The maximum compression stress and shear stress applied on the knee joint in the slight flexion simulation. The maximum compression stress in the medial hemijoint (A), the prominent increase can be observed in longitudinal tear. The maximum compression stress in the lateral hemijoint (B), the notable increase of stress can be found on the tibia in longitudinal tear. The maximum shear stress in the medial hemijoint (C), the stress increased after meniscus tears, and the tibia in longitudinal tear shown the highest value. The maximum shear stress in the lateral hemijoint (D), the value for all kinds of tears was approximate.

Figure 6

The results of the compression stress (Min Principal stress) in the slight flexion simulation. The color change from deep blue to orange represented the stress variation from large to small on the stress nephogram. The same threshold was applied for the same region. The lateral and medial side were labelled on the top of each column. The compression stress concentration altered on both medial and lateral sides of the femur condyle, femur cartilage, and tibia. The stress distribution area and numerical value were highest in the longitudinal tear. The femur, femur cartilage, menisci, tibial cartilage, and tibia of the intact knee joint were shown in the first line from left to right (A). The femur, femur cartilage, menisci, tibial cartilage, and tibia of the horizontal tear were shown in the second line from left to right (B). The femur, femur cartilage, menisci, tibial cartilage, and tibia of the peripheral tear were shown in the third line from left to right (C). The femur, femur cartilage, menisci, tibial cartilage, and tibia of and the longitudinal tear were shown in the fourth line from left to right (D).

Figure 7

The results of the shear stress (Tresca stress) in the slight flexion simulation. The color change from red to deep blue indicated the stress variation from large to small on the stress nephogram. The same threshold was applied for the same region. The lateral and medial side were labelled on the top of each column. A prominent stress concentration was found on both sides of the femur and tibia after meniscus tears, and the red area was the biggest in the medial femur and tibia of longitudinal tear. The femur, femur cartilage, menisci, tibial cartilage, and tibia of the intact knee joint were shown in the first line from left to right (A). The femur, femur cartilage, menisci, tibial cartilage, and tibia of the horizontal tear were shown in the second line from left to right (B). The femur, femur cartilage, menisci, tibial cartilage, and tibia of the peripheral tear were shown in the third line from left to right (C).

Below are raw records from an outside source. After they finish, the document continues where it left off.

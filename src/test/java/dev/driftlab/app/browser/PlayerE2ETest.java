package dev.driftlab.app.browser;

import static org.assertj.core.api.Assertions.assertThat;

import java.time.Duration;
import java.util.List;
import org.junit.jupiter.api.AfterEach;
import org.junit.jupiter.api.BeforeEach;
import org.junit.jupiter.api.Tag;
import org.junit.jupiter.api.Test;
import org.openqa.selenium.By;
import org.openqa.selenium.JavascriptExecutor;
import org.openqa.selenium.Keys;
import org.openqa.selenium.WebDriver;
import org.openqa.selenium.WebElement;
import org.openqa.selenium.interactions.Actions;
import org.openqa.selenium.support.ui.Select;
import org.openqa.selenium.support.ui.WebDriverWait;
import org.springframework.boot.test.context.SpringBootTest;
import org.springframework.boot.test.web.server.LocalServerPort;
import tools.jackson.databind.JsonNode;

/**
 * The run player in a real browser on the sample kidnap scenario: stepping over the kidnap shows
 * the true robot jump while the estimate stays, and playing on reaches the recovery.
 */
@Tag("e2e")
@SpringBootTest(webEnvironment = SpringBootTest.WebEnvironment.RANDOM_PORT)
class PlayerE2ETest {

    /** Okabe-Ito bluish green, the true robot's fill in view.js. */
    private static final int[] TRUTH = {0, 158, 115};

    @LocalServerPort
    int port;

    private WebDriver browser;

    @BeforeEach
    void open() {
        browser = Browser.open(1280, 800);
    }

    @AfterEach
    void close() {
        if (browser != null) {
            browser.quit();
        }
    }

    @Test
    void kidnap_truthJumps_estimateStays_thenRecovers() throws Exception {
        KidnapRuns.Pair runs = KidnapRuns.on(port);
        String base = "http://localhost:" + port;
        JsonNode scene = KidnapRuns.json(base + "/api/r/" + runs.base() + "/scene");
        double kidnapAt = scene.get("kidnaps").get(0).get("at").asDouble();
        double recoveredAfter =
                scene.get("kidnaps").get(0).get("recoveredAfter").asDouble();
        int kidnapFrame = firstFrameAt(scene, kidnapAt);
        int recoveredFrame = firstFrameAt(scene, kidnapAt + recoveredAfter);

        browser.get(base + "/r/" + runs.base() + "/play");
        waitReady();
        WebElement kidnapMark = browser.findElements(By.cssSelector("#mark-list button")).stream()
                .filter(b -> b.getText().contains("kidnap"))
                .findFirst()
                .orElseThrow();
        kidnapMark.click();
        waitReady();
        assertThat(frame()).isEqualTo(kidnapFrame);

        // the frames either side of the kidnap: the largest truth jump among them is the kidnap
        press(Keys.ARROW_LEFT);
        press(Keys.ARROW_LEFT);
        double bestJump = 0;
        double estimateMove = Double.NaN;
        int[] truthBefore = null;
        int[] truthAfter = null;
        for (int step = 0; step < 4; step++) {
            double[] before = readout();
            int[] pxBefore = truthPixel();
            press(Keys.ARROW_RIGHT);
            double[] after = readout();
            double jump = Math.hypot(after[0] - before[0], after[1] - before[1]);
            if (jump > bestJump) {
                bestJump = jump;
                estimateMove = Math.hypot(after[2] - before[2], after[3] - before[3]);
                truthBefore = pxBefore;
                truthAfter = truthPixel();
            }
        }
        assertThat(bestJump).as("true pose jump at the kidnap, m").isGreaterThan(2.0);
        assertThat(estimateMove).as("estimate move at the kidnap, m").isLessThan(0.5);

        // step back onto the frame just after the jump and read the canvas
        browser.get(base + "/r/" + runs.base() + "/play");
        waitReady();
        seek(kidnapFrame);
        int[] here = truthPixel();
        if (here[0] != truthAfter[0] || here[1] != truthAfter[1]) {
            press(Keys.ARROW_RIGHT);
            here = truthPixel();
        }
        assertThat(colourAt(here)).as("true robot drawn where it was carried").isEqualTo(TRUTH);
        assertThat(colourAt(truthBefore))
                .as("nothing of the true robot left where it was")
                .isNotEqualTo(TRUTH);
        Browser.screenshot(browser, "player-kidnap");

        new Select(browser.findElement(By.id("speed"))).selectByValue("8");
        browser.findElement(By.id("play")).click();
        new WebDriverWait(browser, Duration.ofSeconds(90)).until(d -> frame() >= recoveredFrame);
        browser.findElement(By.id("play")).click();
        waitReady();
        double[] now = readout();
        assertThat(Math.hypot(now[2] - now[0], now[3] - now[1]))
                .as("position error after the recovery, m")
                .isLessThan(0.6);
        assertThat(browser.findElements(By.cssSelector(".plot .uplot"))).hasSize(4);
        Browser.screenshot(browser, "player-recovered");
    }

    @Test
    void compare_twoVariantsSideBySide_stayInStep() throws Exception {
        KidnapRuns.Pair runs = KidnapRuns.on(port);
        browser.get("http://localhost:" + port + "/r/" + runs.base() + "/play?with=" + runs.other());
        waitReady();
        assertThat(browser.findElements(By.cssSelector("canvas.view-canvas"))).hasSize(2);
        shiftRight();
        press(Keys.ARROW_RIGHT);
        waitReady();
        String a = browser.findElement(By.id("readout-a")).getDomAttribute("data-frame");
        String b = browser.findElement(By.id("readout-b")).getDomAttribute("data-frame");
        assertThat(a).isEqualTo("11").isEqualTo(b);
        // same seed, same simulated world: the true poses agree while the filters may not
        double[] ra = readout("readout-a");
        double[] rb = readout("readout-b");
        assertThat(ra[0]).isCloseTo(rb[0], org.assertj.core.data.Offset.offset(1e-3));
        assertThat(ra[1]).isCloseTo(rb[1], org.assertj.core.data.Offset.offset(1e-3));
        Browser.screenshot(browser, "player-compare");
    }

    @Test
    void verdict_isShownInWordsBesideTheState_andThePagesPassAxe() throws Exception {
        KidnapRuns.Pair runs = KidnapRuns.on(port);
        String base = "http://localhost:" + port;
        String verdict =
                KidnapRuns.json(base + "/api/r/" + runs.base()).get("verdict").asString();
        assertThat(verdict).isNotBlank();

        for (String page : List.of("/r/" + runs.base(), "/r/" + runs.base() + "/play")) {
            browser.get(base + page);
            if (page.endsWith("/play")) {
                waitReady();
            }
            WebElement shown = browser.findElement(By.cssSelector(".run-state .run-verdict"));
            WebElement word = shown.findElement(By.className("verdict-word"));
            assertThat(shown.getDomAttribute("data-verdict")).as(page).isEqualTo(verdict);
            assertThat(word.isDisplayed()).as(page).isTrue();
            assertThat(word.getText()).as(page).isEqualTo(verdict.replace('-', ' '));
            assertThat(shown.findElement(By.className("verdict-symbol")).getDomAttribute("aria-hidden"))
                    .isEqualTo("true");
            assertThat(Axe.violations(browser)).as("axe-core on " + page).isEmpty();
        }
        Browser.screenshot(browser, "player-verdict");

        // on the player page: named plots with their data, a spoken slider, buttons in words
        new WebDriverWait(browser, Duration.ofSeconds(30))
                .until(d -> d.findElements(By.cssSelector(".plot-data table")).size() == 4);
        for (WebElement c : browser.findElements(By.cssSelector(".plot canvas"))) {
            assertThat(c.getDomAttribute("role")).isEqualTo("img");
            assertThat(c.getDomAttribute("aria-label")).startsWith("Plot of ");
        }
        assertThat(browser.findElements(By.cssSelector(".plot-data tbody tr")).size())
                .isGreaterThan(4);
        assertThat(browser.findElement(By.id("scrub")).getDomAttribute("aria-valuetext"))
                .contains("frame 0 of");
        assertThat(browser.findElement(By.id("step-back")).getAccessibleName().strip())
                .isEqualTo("frame back");
        assertThat(browser.findElement(By.id("next-mark")).getAccessibleName().strip())
                .isEqualTo("next mark");
        // Space on a layer checkbox toggles the layer and leaves play alone
        WebElement particles = browser.findElement(By.cssSelector("[data-layer=particles]"));
        particles.sendKeys(Keys.SPACE);
        assertThat(particles.isSelected()).isFalse();
        assertThat(browser.findElement(By.id("player")).getDomAttribute("data-playing"))
                .isNotEqualTo("true");
    }

    private static int firstFrameAt(JsonNode scene, double t) {
        JsonNode times = scene.get("series").get("time");
        for (int i = 0; i < times.size(); i++) {
            if (times.get(i).asDouble() >= t - 1e-9) {
                return i;
            }
        }
        return times.size() - 1;
    }

    private void seek(int target) {
        press(Keys.HOME);
        // every key press waits for the player; the deadline catches a player that stops advancing
        long deadline = System.nanoTime() + Duration.ofMinutes(3).toNanos();
        while (frame() + 10 <= target) {
            failAfter(deadline, target);
            shiftRight();
        }
        while (frame() < target) {
            failAfter(deadline, target);
            press(Keys.ARROW_RIGHT);
        }
    }

    private void failAfter(long deadline, int target) {
        if (System.nanoTime() - deadline > 0) {
            throw new AssertionError("the player did not reach frame " + target + " within 3 minutes; at " + frame());
        }
    }

    private void shiftRight() {
        new Actions(browser)
                .keyDown(Keys.SHIFT)
                .sendKeys(Keys.ARROW_RIGHT)
                .keyUp(Keys.SHIFT)
                .perform();
        waitReady();
    }

    private void press(CharSequence keys) {
        new Actions(browser).sendKeys(keys).perform();
        waitReady();
    }

    private void waitReady() {
        new WebDriverWait(browser, Duration.ofSeconds(60))
                .until(d -> "true".equals(d.findElement(By.id("player")).getDomAttribute("data-ready")));
    }

    private int frame() {
        return Integer.parseInt(browser.findElement(By.id("player")).getDomAttribute("data-frame"));
    }

    private double[] readout() {
        return readout("readout-a");
    }

    private double[] readout(String id) {
        WebElement dl = browser.findElement(By.id(id));
        return new double[] {
            Double.parseDouble(dl.getDomAttribute("data-truth-x")),
            Double.parseDouble(dl.getDomAttribute("data-truth-y")),
            Double.parseDouble(dl.getDomAttribute("data-estimate-x")),
            Double.parseDouble(dl.getDomAttribute("data-estimate-y"))
        };
    }

    private int[] truthPixel() {
        String[] p = browser.findElement(By.id("view-a"))
                .getDomAttribute("data-truth-px")
                .split(",");
        return new int[] {Integer.parseInt(p[0]), Integer.parseInt(p[1])};
    }

    private int[] colourAt(int[] p) {
        @SuppressWarnings("unchecked")
        List<Number> rgb = (List<Number>) ((JavascriptExecutor) browser)
                .executeScript(
                        "const d = document.getElementById('view-a').getContext('2d')"
                                + ".getImageData(arguments[0], arguments[1], 1, 1).data; return [d[0], d[1], d[2]];",
                        p[0],
                        p[1]);
        return new int[] {
            rgb.get(0).intValue(), rgb.get(1).intValue(), rgb.get(2).intValue()
        };
    }
}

The femur, femur cartilage, menisci, tibial cartilage, and tibia of and the longitudinal tear were shown in the fourth line from left to right (D).

Figure 8

The imaging examination of knee OA. The X-ray (A) and 3D reconstruction (B) results of a 55-year old male patient showed that the medial compartment of the knee is markedly narrowed. The MRI (C) result of a 63-year old female patient revealed the subchondral bone osteonecrosis, and cystic degeneration can be observed in the femur and tibia.

Figure 9

The mechanical model of the meniscus was simplified using the parallel spring system (A), and the correlation curve between stiffness and deformation increased linearly (B).